The Company is also recording compensation expense related to the below market interest rate the promissory note bears. For the year ended December 31, 2001, the Company recorded $95,000 of compensation expense related to the note and as of December 31, 2001, had $302,000 of accrued, deferred compensation expense which it will recognize monthly until the note matures in January 2005.

In August 1998, Epimmune entered into a $1,150,000 loan and security agreement, as amended for capital equipment purchases and certain tenant improvements. These funds were used primarily for enhancement and upgrades of our scientific information management systems databases. Total advances under the credit line totaled $366,000 and $750,000 at December 31, 2000 and 1999, respectively. The capital equipment financed secures all borrowings. The terms of the credit line contain a financial covenant requiring the Company to maintain minimum liquidity equal to nine months cash burn, which the Company was in compliance with at December 31, 2001.

Future annual principal payments on equipment loans and notes payable are as follows at December 31, 2001:

The Company leases its office and research facility under an operating lease that expires in March 2009. Under this operating lease, the Company pays taxes, insurance and maintenance expenses related to the premises. Epimmune’s facility lease requires a letter of credit of $472,000 to secure the performance of the Company’s lease obligation and is reflected as restricted cash.

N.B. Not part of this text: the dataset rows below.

//! What each simulated path yields, stored flat and in path order.

use crate::measure::rules::Choices;
use crate::portfolio::BookSums;

/// What one simulated history yields.
#[derive(Debug, Clone)]
pub struct PathOutcome {
    /// Mean lagged IC per lag.
    pub lagged: Vec<f64>,
    /// Mean horizon IC per horizon.
    pub horizon: Vec<f64>,
    /// Mean rank lagged IC per lag (when asked).
    pub rank_lagged: Option<Vec<f64>>,
    /// Each rule's choice.
    pub choices: Choices,
    /// The linear book's sums per holding length.
    pub books: Vec<BookSums>,
}

/// Every path's outcome, stored flat and in path order (one allocation per
/// field, so that millions of small vectors do not fragment the heap).
#[derive(Debug, Clone, Default)]
pub struct Outcomes {
    len: usize,
    lagged: Vec<f64>,
    horizon: Vec<f64>,
    rank_lagged: Vec<f64>,
    choices: Vec<Choices>,
    books: Vec<BookSums>,
}

impl Outcomes {
    /// Room for `paths` outcomes with `l` lags (and their books when `books`).
    pub fn with_capacity(paths: usize, l: usize, rank: bool, books: bool) -> Self {
        Self {
            len: l,
            lagged: Vec::with_capacity(paths * l),
            horizon: Vec::with_capacity(paths * l),
            rank_lagged: Vec::with_capacity(if rank { paths * l } else { 0 }),
            choices: Vec::with_capacity(paths),
            books: Vec::with_capacity(if books { paths * l } else { 0 }),
        }
    }

    /// Appends one path's outcome.
    pub fn push(&mut self, o: PathOutcome) {
        self.lagged.extend_from_slice(&o.lagged);
        self.horizon.extend_from_slice(&o.horizon);
        if let Some(r) = &o.rank_lagged {
            self.rank_lagged.extend_from_slice(r);
        }
        self.choices.push(o.choices);
        self.books.extend_from_slice(&o.books);
    }

    /// The linear book's sums of path `p`, per holding length.
    pub fn books(&self, p: usize) -> &[BookSums] {
        &self.books[p * self.len..(p + 1) * self.len]
    }

    /// Number of paths.
    pub fn paths(&self) -> usize {
        self.choices.len()
    }

    /// Mean lagged IC of path `p`.
    pub fn lagged(&self, p: usize) -> &[f64] {
        &self.lagged[p * self.len..(p + 1) * self.len]
    }

    /// Mean horizon IC of path `p`.
    pub fn horizon(&self, p: usize) -> &[f64] {
        &self.horizon[p * self.len..(p + 1) * self.len]
    }

    /// Mean rank lagged IC of path `p` (empty when not measured).
    pub fn rank_lagged(&self, p: usize) -> &[f64] {
        self.rank_lagged.get(p * self.len..(p + 1) * self.len).unwrap_or(&[])
    }

    /// The rules' choices on path `p`.
    pub fn choices(&self, p: usize) -> &Choices {
        &self.choices[p]
    }
}
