/// Days since 1970-01-01 of a calendar date, if it is one.
fn civil(y: i64, m: u32, d: u32) -> Option<i64> {
    let leap = (y % 4 == 0 && y % 100 != 0) || y % 400 == 0;
    let days_in = [31, if leap { 29 } else { 28 }, 31, 30, 31, 30, 31, 31, 30, 31, 30, 31];
    ((1..=12).contains(&m) && d >= 1 && d <= days_in[m as usize - 1]).then(|| days_from_civil(y, m, d))
}

/// A date as `YYYY-MM-DD`, `YYYY/MM/DD`, `YYYYMMDD`, or an ISO 8601 date-time
/// (`T` or a space before the time, which may carry seconds, fractions and a
/// zone): the day count since 1970-01-01 and the time text (empty for a date).
pub fn parse_date(s: &str) -> Option<(i64, &str)> {
    let digits = |t: &str| !t.is_empty() && t.bytes().all(|b| b.is_ascii_digit());
    let b = s.as_bytes();
    let (y, m, d, rest) = if b.len() >= 10 && (b[4] == b'-' || b[4] == b'/') && b[7] == b[4] {
        if !(digits(&s[0..4]) && digits(&s[5..7]) && digits(&s[8..10])) {
            return None;
        }
        (&s[0..4], &s[5..7], &s[8..10], &s[10..])
    } else if b.len() == 8 && digits(s) {
        (&s[0..4], &s[4..6], &s[6..8], "")
    } else {
        return None;
    };
    let time = match rest.as_bytes().first() {
        None => "",
        Some(b'T' | b' ') if b[4] == b'-' => {
            let t = &rest[1..];
            let tb = t.as_bytes();
            let ok = tb.len() >= 5 && digits(&t[0..2]) && tb[2] == b':' && digits(&t[3..5]);
            if !ok {
                return None;
            }
            t
        }
        _ => return None,
    };
    Some((civil(y.parse().ok()?, m.parse().ok()?, d.parse().ok()?)?, time))
}

/// Reads `path` into a panel.
///
/// # Errors
/// Every [`ReadError`], naming the file and line.
pub fn read_panel(path: &Path, opts: &ReadOptions) -> Result<ReadPanel, ReadError> {
    check_roles(path, opts)?;
    let src = crate::rows::Rows::open(path)
        .map_err(|e| ReadError::Io { path: path.to_path_buf(), message: e.to_string() })?;
    // Messages name standard input in words.
    let path = if path == Path::new("-") { Path::new("standard input") } else { path };
    read_rows(path, src, opts)
}

/// Reads a panel held in memory (CSV text or a Parquet file's bytes); `name`
/// names it in messages.
///
/// # Errors
/// Every [`ReadError`], naming `name` and the line.
pub fn read_panel_bytes(name: &Path, bytes: Vec<u8>, opts: &ReadOptions) -> Result<ReadPanel, ReadError> {
    check_roles(name, opts)?;
    let src = crate::rows::Rows::from_bytes(bytes)
        .map_err(|e| ReadError::Io { path: name.to_path_buf(), message: e.to_string() })?;
    read_rows(name, src, opts)
}

/// Reads a panel from named columns held in memory (a data frame's), with
/// the checks of a file; `name` names it in messages and a row's number is
/// its 1-based position.
///
/// # Errors
/// Every [`ReadError`], naming `name` and the row.
pub fn read_panel_columns(
    name: &Path,
    columns: Vec<(String, Column)>,
    opts: &ReadOptions,
) -> Result<ReadPanel, ReadError> {
    check_roles(name, opts)?;
    let src = crate::rows::Rows::from_columns(columns)
        .map_err(|message| ReadError::Io { path: name.to_path_buf(), message })?;
    read_rows(name, src, opts)
}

Rent expense for the years ended December 31, 2001, 2000 and 1999 was $582,000, $582,000 and $1.7 million, respectively.

Future minimum lease payments under operating leases at December 31, 2001 are as follows:

In September 1997, Searle purchased 317,460 shares of Cytel common stock for $5.0 million. Cytel transferred $6.5 million in cash and $1.5 million in other assets to capitalize Epimmune.

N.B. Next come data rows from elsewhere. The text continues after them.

/// A validated scenario. Build it with [`Scenario::from_raw`] or [`load`];
/// change it with [`Scenario::revised`] (validated again) or
/// [`Scenario::with_decay`]. Its fields are read through the methods of the
/// same names.
#[derive(Debug, Clone, Serialize)]
pub struct Scenario {
    /// Name (output folder).
    pub(crate) name: String,
    /// One-line description.
    pub(crate) description: String,
    /// Breadth `N` (≥ 10).
    pub(crate) assets: usize,
    /// History `T` (> `horizons`).
    pub(crate) history: usize,
    /// Longest horizon `L` (≥ 1).
    pub(crate) horizons: usize,
    /// Periods per year (> 0).
    pub(crate) periods_per_year: f64,
    /// Residual volatility per period (> 0).
    pub(crate) residual_vol: f64,
    /// Forecast autocorrelation `ρ` in (−1, 1).
    #[serde(rename = "forecast_autocorrelation")]
    pub(crate) rho: f64,
    /// IC volatility (sd of the common shock) in [0, 1).
    pub(crate) ic_vol: f64,
    /// Persistence `ψ` of the common shock in (−1, 1).
    pub(crate) ic_vol_persistence: f64,
    /// Idiosyncratic noise law.
    pub(crate) tails: Tails,
    /// Paths in the study (≥ 1).
    pub(crate) paths: usize,
    /// Master seed.
    pub(crate) seed: u64,
    /// Near-best tolerance, in [0, 1).
    pub(crate) near_best_tolerance: f64,
    /// Truncation lag `K` (IC zero beyond).
    pub(crate) truncation: usize,
    /// Whether the study also measures rank ICs.
    pub(crate) rank_ic: bool,
    /// The user's lagged-IC curve.
    pub(crate) decay: DecayCurve,
    /// Holding-period portfolios.
    pub(crate) portfolio: PortfolioSpec,
    /// The user's alternative true curves for `lagfold stress`.
    pub(crate) alternatives: Vec<(String, DecayCurve)>,
    /// Whether they replace the default alternatives.
    pub(crate) replace_default_alternatives: bool,
    /// The raw form it was validated from (what [`Scenario::revised`] changes).
    #[serde(skip)]
    raw: RawScenario,
    /// A true curve set by [`Scenario::with_decay`] in place of the raw one.
    #[serde(skip)]
    replaced_decay: Option<DecayCurve>,
}

/// Holding-period portfolio settings (validated).
#[derive(Debug, Clone, Copy, PartialEq, Serialize)]
pub struct PortfolioSpec {
    /// One-way cost in basis points of traded notional (≥ 0).
    pub cost_bps: f64,
    /// Quantiles of the top-minus-bottom book (each leg keeps ≥ 5 assets).
    pub quantiles: usize,
    /// Histories in the reference simulation of the true net IR (≥ 10).
    pub reference_paths: usize,
    /// Annual volatility of the book, as a decimal (0.04 = 4 %): every
    /// basis-point figure is the book's IR figure times it.
    pub target_vol: f64,
}

/// Checks a target annual volatility.
pub fn check_target_vol(key: &str, v: f64) -> Result<f64, ScenarioError> {
    if v.is_finite() && v > 0.0 && v <= 1.0 {
        Ok(v)
    } else {
        Err(out_of_range(key, v, "above 0 and at most 1 (an annual volatility as a decimal: 0.04 = 4 %)"))
    }
}

/// A warning for a target volatility outside 0.5 %–30 % a year (common
/// practice for a market-neutral book's tracking error; no single source).
pub fn implausible_target_vol(key: &str, v: f64) -> Option<String> {
    (!(0.005..=0.3).contains(&v)).then(|| {
        format!("{key} = {v} is {:.1} % a year; books usually run at 1–10 % (is 4 % written as 4?)", 100.0 * v)
    })
}

/// Checks a one-way cost in basis points.
pub fn check_cost_bps(key: &str, v: f64) -> Result<f64, ScenarioError> {
    if v.is_finite() && (0.0..10_000.0).contains(&v) {
        Ok(v)
    } else {
        Err(out_of_range(key, v, "in [0, 10000) basis points"))
    }
}

/// A validated scenario's raw form and name: what a shard's partial result
/// stores so that a merge rebuilds the very same scenario.
#[derive(Debug, Clone, Serialize, Deserialize)]
pub struct ScenarioRecord {
    /// The scenario's name.
    pub name: String,
    /// Its raw form, every override applied.
    pub raw: RawScenario,
}

/// Command-line overrides of the common knobs, applied before validation.
#[derive(Debug, Clone, Default)]
pub struct Overrides {
    /// `--assets`.
    pub assets: Option<usize>,
    /// `--history`.
    pub history: Option<usize>,
    /// `--horizons`.
    pub horizons: Option<usize>,
    /// `--paths`.
    pub paths: Option<usize>,
    /// `--seed`.
    pub seed: Option<u64>,
    /// `--target-vol`.
    pub target_vol: Option<f64>,
    /// `--cost-bps` with one level.
    pub cost_bps: Option<f64>,
    /// Histories of the portfolio's reference simulation (no option: set by
    /// callers that need less of it).
    pub reference_paths: Option<usize>,
}

impl Overrides {
    /// The options given, as `(flag, value)`.
    pub fn given(&self) -> Vec<(&'static str, String)> {
        let mut v = Vec::new();
        let mut add = |flag, x: Option<String>| {
            if let Some(x) = x {
                v.push((flag, x));
            }
        };
        add("--assets", self.assets.map(|x| x.to_string()));
        add("--history", self.history.map(|x| x.to_string()));
        add("--horizons", self.horizons.map(|x| x.to_string()));
        add("--paths", self.paths.map(|x| x.to_string()));
        add("--seed", self.seed.map(|x| x.to_string()));
        add("--target-vol", self.target_vol.map(|x| x.to_string()));
        add("--cost-bps", self.cost_bps.map(|x| x.to_string()));
        v
    }

    /// Writes the given overrides into a raw scenario.
    pub fn apply(&self, raw: &mut RawScenario) {
        if let Some(v) = self.assets {
            raw.assets = v;
        }
        if let Some(v) = self.history {
            raw.history = v;
        }
        if let Some(v) = self.horizons {
            raw.horizons = v;
        }
        if let Some(v) = self.paths {
            raw.paths = v;
        }
        if let Some(v) = self.seed {
            raw.seed = v;
        }
        if let Some(v) = self.target_vol {
            raw.portfolio.target_vol = v;
        }
        if let Some(v) = self.cost_bps {
            raw.portfolio.cost_bps = v;
        }
        if let Some(v) = self.reference_paths {
            raw.portfolio.reference_paths = v;
        }
    }
}

/// The scenario key an option sets: `--assets` → `assets`, `--target-vol` → `portfolio.target_vol`.
fn option_key(flag: &str) -> String {
    match flag {
        "--target-vol" => "portfolio.target_vol".into(),
        "--cost-bps" => "portfolio.cost_bps".into(),
        f => f.trim_start_matches('-').replace('-', "_"),
    }
}

/// Checks a scenario name given in the file: it names the output folder.
fn check_name(name: &str) -> Result<String, ScenarioError> {
    let ok = !name.is_empty()
        && !name.starts_with('.')
        && name.len() <= 100
        && name.chars().all(|c| c.is_ascii_alphanumeric() || "-_.".contains(c));
    if ok {
        Ok(name.to_string())
    } else {
        Err(out_of_range(
            "name",
            format!("{name:?}"),
            "1 to 100 letters, digits, '-', '_' or '.', not starting with '.' (it names the output folder)",
        ))
    }
}

/// The name of a scenario whose file sets none: the file name with every
/// character outside the name rule turned into '-' (`my signal.toml` →
/// `my-signal`) and leading dots dropped.
pub fn name_from_file(stem: &str) -> String {
    let mut name: String =
        stem.chars().map(|c| if c.is_ascii_alphanumeric() || "-_.".contains(c) { c } else { '-' }).take(100).collect();
    name = name.trim_start_matches('.').to_string();
    if name.is_empty() { "scenario".into() } else { name }
}

fn open_unit(key: &str, v: f64) -> Result<f64, ScenarioError> {
    if v.is_finite() && v > -1.0 && v < 1.0 { Ok(v) } else { Err(out_of_range(key, v, "inside (-1, 1)")) }
}

fn positive(key: &str, v: f64) -> Result<f64, ScenarioError> {
    if v.is_finite() && v > 0.0 { Ok(v) } else { Err(out_of_range(key, v, "> 0")) }
}

impl Scenario {
    /// Validates a raw scenario.
    ///
    /// # Errors
    /// The first field outside its range, with its key path and value.
    pub fn from_raw(raw: &RawScenario, default_name: &str) -> Result<Self, ScenarioError> {
        let name = match &raw.name {
            Some(n) => check_name(n)?,
            None => name_from_file(default_name),
        };
        if raw.assets < 10 {
            return Err(out_of_range("assets", raw.assets, "at least 10"));
        }
        if raw.horizons < 1 {
            return Err(out_of_range("horizons", raw.horizons, "at least 1"));
        }
        if raw.history < min_history(raw.horizons) {
            return Err(out_of_range(
                "history",
                raw.history,
                &format!("at least {} = {} ({HISTORY_NOTE})", MIN_HISTORY_WORDS, min_history(raw.horizons)),
            ));
        }
        // Memory guards: a history is held twice per worker, every path's curves once.
        if raw.assets.saturating_mul(raw.history) > MAX_ASSET_DATES {
            return Err(out_of_range(
                "assets",
                raw.assets,
                &format!("such that assets × history ≤ {MAX_ASSET_DATES} (history is {})", raw.history),
            ));
        }
        if raw.paths > MAX_PATHS {
            return Err(out_of_range(
                "paths",
                raw.paths,
                &format!("at most {MAX_PATHS} (split a larger run with --shard)"),
            ));
        }
        let periods_per_year = positive("periods_per_year", raw.periods_per_year)?;
        if periods_per_year > MAX_PERIODS_PER_YEAR {
            return Err(out_of_range(
                "periods_per_year",
                periods_per_year,
                &format!("at most {MAX_PERIODS_PER_YEAR} (one period a minute of a trading year is about 98,000)"),
            ));
        }
        let residual_vol = positive("residual_vol", raw.residual_vol)?;
        if residual_vol > MAX_RESIDUAL_VOL {
            return Err(out_of_range(
                "residual_vol",
                residual_vol,
                &format!("at most {MAX_RESIDUAL_VOL} (a decimal: 0.06 is 6 % per period)"),
            ));
        }
        let rho = open_unit("forecast_autocorrelation", raw.forecast_autocorrelation)?;
        if !(raw.ic_vol.is_finite() && (0.0..1.0).contains(&raw.ic_vol)) {
            return Err(out_of_range("ic_vol", raw.ic_vol, "in [0, 1)"));
        }
        let ic_vol_persistence = open_unit("ic_vol_persistence", raw.ic_vol_persistence)?;
        let tails = match raw.tails.dof()? {
            None => Tails::Normal,
            Some(dof) => {
                if !(dof > 2.0 && dof <= MAX_DOF) {
                    return Err(out_of_range(
                        "tails.dof",
                        dof,
                        "> 2 (finite variance) and ≤ 1e6 (beyond, the law is normal: use family = \"normal\")",
                    ));
                }
                Tails::StudentT { dof }
            }
        };
        if raw.paths < 1 {
            return Err(out_of_range("paths", raw.paths, "at least 1"));
        }
        if !(raw.near_best_tolerance.is_finite() && (0.0..1.0).contains(&raw.near_best_tolerance)) {
            return Err(out_of_range("near_best_tolerance", raw.near_best_tolerance, "in [0, 1)"));
        }
        let decay = DecayCurve::new(raw.decay.shape("decay")?)?;
        let p = &raw.portfolio;
        let portfolio = PortfolioSpec {
            cost_bps: check_cost_bps("portfolio.cost_bps", p.cost_bps)?,
            quantiles: if p.quantiles >= 2 && raw.assets / p.quantiles.max(1) >= 5 {
                p.quantiles
            } else {
                return Err(out_of_range(
                    "portfolio.quantiles",
                    p.quantiles,
                    &format!(
                        "between 2 and {} (each leg needs at least 5 of the {} assets)",
                        raw.assets / 5,
                        raw.assets
                    ),
                ));
            },
            reference_paths: if (10..=MAX_REFERENCE_PATHS).contains(&p.reference_paths) {
                p.reference_paths
            } else {
                return Err(out_of_range(
                    "portfolio.reference_paths",
                    p.reference_paths,
                    &format!("from 10 to {MAX_REFERENCE_PATHS} (each is one more simulated history with its books)"),
                ));
            },
            target_vol: check_target_vol("portfolio.target_vol", p.target_vol)?,
        };
        let mut alternatives = Vec::with_capacity(raw.stress.alternatives.len());
        for (i, a) in raw.stress.alternatives.iter().enumerate() {
            let prefix = format!("stress.alternatives[{i}]");
            if a.name.trim().is_empty() {
                return Err(out_of_range(&format!("{prefix}.name"), "\"\"", "a non-empty name"));
            }
            let taken = alternatives.iter().any(|(n, _): &(String, DecayCurve)| n.trim() == a.name.trim())
                || (!raw.stress.replace_defaults && RESERVED_NAMES.contains(&a.name.trim()));
            if taken {
                return Err(out_of_range(
                    &format!("{prefix}.name"),
                    format!("{:?}", a.name),
                    "a name not used by another alternative, nor `assumed`, nor a default one (faster, slower, hump, reversal) unless replace_defaults = true",
                ));
            }
            if i >= MAX_ALTERNATIVES {
                return Err(out_of_range(
                    "stress.alternatives",
                    format!("{} alternatives", raw.stress.alternatives.len()),
                    &format!("at most {MAX_ALTERNATIVES} (each adds a study and a column to every chart)"),
                ));
            }
            let curve = a.decay.shape("decay").and_then(DecayCurve::new).map_err(|e| e.under(&prefix))?;
            alternatives.push((a.name.clone(), curve));
        }
        let truncation = match raw.truncation {
            Some(0) => return Err(out_of_range("truncation", 0, "at least 1")),
            Some(k) if k > 20_000 => return Err(out_of_range("truncation", k, "at most 20000")),
            Some(k) => k,
            None => decay.natural_end().unwrap_or(4 * raw.horizons),
        };
        Ok(Self {
            name,
            description: raw.description.clone(),
            assets: raw.assets,
            history: raw.history,
            horizons: raw.horizons,
            periods_per_year,
            residual_vol,
            rho,
            ic_vol: raw.ic_vol,
            ic_vol_persistence,
            tails,
            paths: raw.paths,
            seed: raw.seed,
            near_best_tolerance: raw.near_best_tolerance,
            truncation,
            rank_ic: raw.rank_ic,
            decay,
            portfolio,
            alternatives,
            replace_default_alternatives: raw.stress.replace_defaults,
            raw: raw.clone(),
            replaced_decay: None,
        })
    }
}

In February 1998, Epimmune entered into a collaborative research and development agreement with Searle to develop immune-stimulating products for the treatment of cancer. Under the terms of the agreement, Epimmune has granted Searle exclusive worldwide rights to its epitope and PADRE technologies in the cancer field, excluding rights previously granted to Takara Shuzo Co., Ltd. Biomedical Group (Takara) for the ex vivo treatment of cancer in Japan. As part of the February 1998 agreement, Searle purchased 1,032,149 shares of Epimmune’s Series B convertible preferred stock for $6.1 million and 659,898 shares of Cytel’s Series B convertible preferred stock for $3.9 million. Cytel simultaneously purchased 659,898 shares of Epimmune’s Series B-1 convertible preferred stock for $3.9 million.

In July 1999, as a result of the Exchange Transaction, the Company transferred all of the outstanding shares of Epimmune’s Series B-1 Preferred Stock then held by Cytel to Searle in exchange for all of the outstanding shares of Cytel’s Series B Preferred Stock, and issued 859,666 shares of Cytel’s Series S Preferred Stock and 549,622 shares of Cytel’s Series S-1 Preferred Stock to Searle in exchange for all outstanding shares of Epimmune’s Series B Preferred Stock and Series B-1 Preferred Stock.

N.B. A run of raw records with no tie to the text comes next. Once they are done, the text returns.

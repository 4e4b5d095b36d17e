//! Suggestions for misspelt names (presets, keys, families).

/// The candidate within three edits of `name` (Levenshtein, 1966), or that
/// starts with it; ties go to the first listed.
pub fn nearest<'a>(name: &str, candidates: impl IntoIterator<Item = &'a str>) -> Option<&'a str> {
    let lower = name.to_ascii_lowercase();
    candidates
        .into_iter()
        .map(|c| (c, if c.starts_with(&lower) && !lower.is_empty() { 0 } else { edits(&lower, c) }))
        .filter(|(_, d)| *d <= 3)
        .min_by_key(|(_, d)| *d)
        .map(|(c, _)| c)
}

/// Levenshtein distance between two strings (by characters).
pub fn edits(a: &str, b: &str) -> usize {
    let b: Vec<char> = b.chars().collect();
    let mut row: Vec<usize> = (0..=b.len()).collect();
    for (i, ca) in a.chars().enumerate() {
        let mut prev = row[0];
        row[0] = i + 1;
        for j in 0..b.len() {
            let cur = row[j + 1];
            row[j + 1] = (prev + usize::from(ca != b[j])).min(row[j] + 1).min(cur + 1);
            prev = cur;
        }
    }
    row[b.len()]
}

#[cfg(test)]
mod tests {
    use super::*;

    #[test]
    fn nearest_names_within_three_edits_or_a_prefix() {
        assert_eq!(edits("kitten", "sitting"), 3);
        assert_eq!(nearest("half_lfe", ["ic1", "half_life"]), Some("half_life"));
        assert_eq!(nearest("expo", ["exponential", "linear"]), Some("exponential"));
        assert_eq!(nearest("volatility", ["ic1", "half_life"]), None);
    }
}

In August 1999, the Company received a $2.0 million milestone payment as a result of Searle’s acceptance of a lead product candidate for breast, lung and colon cancers.

In November 2000, the Company was notified by Pharmacia, that following the merger between Pharmacia and Monsanto, the parent of Searle, they would not continue funding their cancer vaccine program.

The Company has now implemented an orderly conclusion to the collaboration and transfer of applicable materials and documentation from Pharmacia and is now internally proceeding with the cancer program. As of

December 31, 2001, Pharmacia owned 2.6% of the outstanding common stock of the Company and all of the preferred stock.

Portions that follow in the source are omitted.